** ACTION ITEM **
Every entry needs to be printed exactly, please.

** RECORDS TO PROCESS **
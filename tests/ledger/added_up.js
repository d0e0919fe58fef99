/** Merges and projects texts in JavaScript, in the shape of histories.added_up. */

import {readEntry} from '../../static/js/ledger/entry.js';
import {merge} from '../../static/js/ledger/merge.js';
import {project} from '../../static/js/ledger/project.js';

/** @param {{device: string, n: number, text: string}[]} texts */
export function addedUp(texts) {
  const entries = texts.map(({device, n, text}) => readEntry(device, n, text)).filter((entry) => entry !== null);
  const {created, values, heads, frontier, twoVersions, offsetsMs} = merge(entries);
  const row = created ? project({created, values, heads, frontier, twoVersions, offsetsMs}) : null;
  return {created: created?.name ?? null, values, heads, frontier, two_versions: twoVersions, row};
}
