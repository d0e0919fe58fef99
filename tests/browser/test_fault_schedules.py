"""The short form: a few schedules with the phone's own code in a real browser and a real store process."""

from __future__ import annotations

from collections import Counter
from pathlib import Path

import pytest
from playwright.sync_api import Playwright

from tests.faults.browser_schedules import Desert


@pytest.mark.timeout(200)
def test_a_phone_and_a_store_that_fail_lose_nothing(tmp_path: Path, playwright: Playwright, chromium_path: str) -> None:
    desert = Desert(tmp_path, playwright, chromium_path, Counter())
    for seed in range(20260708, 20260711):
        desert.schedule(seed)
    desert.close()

** OUTPUT BELOW **
filename tests/ledger/added_up.js
repository d0e0919fe58fef99
/** Merges and projects texts in JavaScript, in the shape of histories.added_up. */

import {readEntry} from '../../static/js/ledger/entry.js';
import {merge} from '../../static/js/ledger/merge.js';
import {project} from '../../static/js/ledger/project.js';

/** @param {{device: string, n: number, text: string}[]} texts */
export function addedUp(texts) {
  const entries = texts.map(({device, n, text}) => readEntry(device, n, text)).filter((entry) => entry !== null);
  const {created, values, heads, frontier, twoVersions, offsetsMs} = merge(entries);
  const row = created ? project({created, values, heads, frontier, twoVersions, offsetsMs}) : null;
  return {created: created?.name ?? null, values, heads, frontier, two_versions: twoVersions, row};
}
repository d0e0919fe58fef99
filename tests/browser/test_fault_schedules.py
"""The short form: a few schedules with the phone's own code in a real browser and a real store process."""

from __future__ import annotations

from collections import Counter
from pathlib import Path

import pytest
from playwright.sync_api import Playwright

from tests.faults.browser_schedules import Desert


@pytest.mark.timeout(200)
def test_a_phone_and_a_store_that_fail_lose_nothing(tmp_path: Path, playwright: Playwright, chromium_path: str) -> None:
    desert = Desert(tmp_path, playwright, chromium_path, Counter())
    for seed in range(20260708, 20260711):
        desert.schedule(seed)
    desert.close()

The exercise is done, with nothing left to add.